Blomkamp would later direct Matt Damon and Jodie Foster (as well as Copley again) in the high-grossing Elysium; and after something of a misfire with the artificial intelligence film Chappie, he is set to take the helm of James Cameron’s Alien franchise, with Sigourney Weaver due to return to play the iconic Ripley.

He has shown his oeuvre to be one of blending social commentary with science fiction, and creating an interaction between the two. It was this facet of his filmmaking that led him to being named in 2010 as one of TIME magazine’s 100 most influential people in the world.

The citation, written by legendary director Ridley Scott, speaks for itself: “From time to time, there are people in the film industry who appear on the horizon with a unique vision. South African director Neill Blomkamp is one of those rare people… His first feature, the improbable but utterly engaging alien-apartheid allegory District 9, has already brought him more acclaim than most filmmakers will ever achieve… I know that we all look forward to seeing what lies ahead for this game-changing filmmaker.”

This little chappie went to Hollywood Sharlto Copley first met Neill Blomkamp in the mid- 1990s, and they have since become a dynamic and creative filmmaking duo in the US.

Meanwhile, Copley has gone on to star in The A-Team, and opposite Angelina Jolie in the fairy tale adaptation, Maleficent.

Equally now a part of the big-time Hollywood acting game is Fana Mokoena. Born in the Free State’s Kroonstad, he has come to fame playing a Rwandan general in the haunting Hotel Rwanda, as well as a fictional UN secretary-general in the Brad Pitt feature, World War Z. He most recently played Govan Mbeki in Long Walk to Freedom.

After his breakout in the zombie film, World War Z, Mokoena noted: “I don’t want to be typecast… I think there’s a very limited understanding of us as artists on this continent. We are seen as this type, so it would be amazing for me to break that mould.”

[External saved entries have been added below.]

@pytest.mark.parametrize(
    ("curve", "words"),
    [
        ("0, 3.2\n1, 3.9", "must have 5 to 500 points (it has 2)"),
        ("0, 3.2\n1, 3.9\n2, 4.1\n3, 4.3\n4, 17.5", "line 5: the reading must be"),
        ("0, 3.2\n1, 3.9\n0.5, 4.1\n3, 4.3\n4, 4.5", "line 3: the volume added goes back from the volume before it"),
        ("0, 3.2\n1, 3.9\n2, 4.1\n3, 4.3\n60, 12.5", "line 5: the volume added must be"),
        ("0, 3.2\n1; 3.9\nabc\n3, 4.3\n4, 4.5", "line 3 ('abc') must be a volume and a reading"),
        ("0, 3.20\n1, 3.21\n2, 3.22\n3, 3.23\n4, 3.24", "show no end point"),
    ],
)
def test_a_bad_curve_is_refused_by_its_label_and_nothing_is_written(app, conn, world, form_token, curve, words):
    batch = new_batch(conn, 0)
    before = count(app, "runs"), count(app, "replicate_curves")
    form = {**top(world), "action": "record", "r1_mass_g": MASSES[0], "r1_curve": curve}
    resp = post(world["staff"], form_token, f"/batches/{batch['code']}/runs/new", form)
    assert resp.status_code == 422
    html = unescape(resp.get_data(as_text=True))
    assert "Replicate 1, titration curve" in html and words in html, html[html.find("Nothing was saved") :][:800]
    assert (count(app, "runs"), count(app, "replicate_curves")) == before


def test_a_titre_that_disagrees_with_its_curve_by_more_than_3u_is_refused_at_every_door(app, client, conn, world):
    pts = world["curves"][0]
    ep = located(pts)
    body = as_json(world)
    body["replicates"] = [
        {"mass_g": float(MASSES[0]), "initial_ml": 0.0, "final_ml": round(ep.volume_ml + 4 * ep.u_ml, 2) + 0.01}
    ]
    body["replicates"][0]["curve"] = [list(p) for p in pts]
    resp = by_api(client, world, new_batch(conn, 0), body)
    assert resp.status_code == 422
    (err,) = resp.get_json()["errors"]
    assert err["field"] == "replicates[0].final_ml" and "more than 3 standard uncertainties" in err["message"]
    # Within 3 u it is taken, and the typed titre (not the located one) is the replicate's volume.
    ok = {"performed_on": TODAY.isoformat(), **{k: v for k, v in body.items() if k != "performed_on"}}
    ok["replicates"] = [
        {"mass_g": float(MASSES[0]), "initial_ml": 0.0, "final_ml": round(ep.volume_ml, 2), "curve": ok["replicates"][0]["curve"]}
    ]
    parsed = run_input.parse_run(ok, today=TODAY)
    assert parsed.replicates[0].volume_ml == round(ep.volume_ml, 2)
    assert parsed.replicates[0].curve.end_point.volume_ml == pytest.approx(ep.volume_ml, rel=1e-12)
    assert count(app, "replicate_curves") == 0


def test_a_curve_showing_two_breaks_is_refused_in_words():
    # Sodium carbonate titrated with HCl breaks twice, at 12.5 and 25 mL (exact charge balance with the CRC
    # Handbook's carbonic acid constants, tests/curve_models.py).
    vols = curve_models.schedule([12.5, 25.0], 28.0)
    ph = curve_models.carbonate_with_hcl(vols)
    body = {
        "purpose": "certify",
        "performed_on": TODAY.isoformat(),
        "analyst": "A",
        "burette_capacity_ml": 50,
        "standard_lot_id": 1,
        "replicates": [{"mass_g": 0.1, "curve": "\n".join(f"{v:g}, {e:.3f}" for v, e in zip(vols, ph, strict=True))}],
    }
    with pytest.raises(InvalidInput) as caught:
        run_input.parse_run(body, today=TODAY)
    (err,) = caught.value.errors
    assert err.field == "replicates[0].curve" and "shows 2 end points" in err.message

In short, South African actors are slowly becoming a staple of big Hollywood fare, even while our directors demonstrate their unique visions from behind the camera. As Hood and Blomkamp so clearly demonstrate, South Africans have stories to tell. And one of our most acclaimed storytellers is Nobel laureate, the novelist JM Coetzee.

Coetzee, a former professor of Literature at the University of Cape Town, has written the masterpieces Waiting for the Barbarians and Disgrace, subtly pulling apart the strands that make up both the apartheid and post-apartheid zeitgeist.

Indeed, in winning the Man Booker Prize twice (for Disgrace and Life & Times of Michael K), he has offered his vision of a haunted and haunting South Africa to the literary and academic world. This, in turn, has created a reputation for Coetzee of being the most esteemed (yet enigmatic) English author currently alive.

Coetzee, along with Noah, Theron, Hood et al, demonstrate what all South Africans already know: There is talent aplenty in this country to compete internationally, as well as offer art distinguished by a South African edge. These forerunners have all bashed down the door; it is now simply a matter of who wants to follow.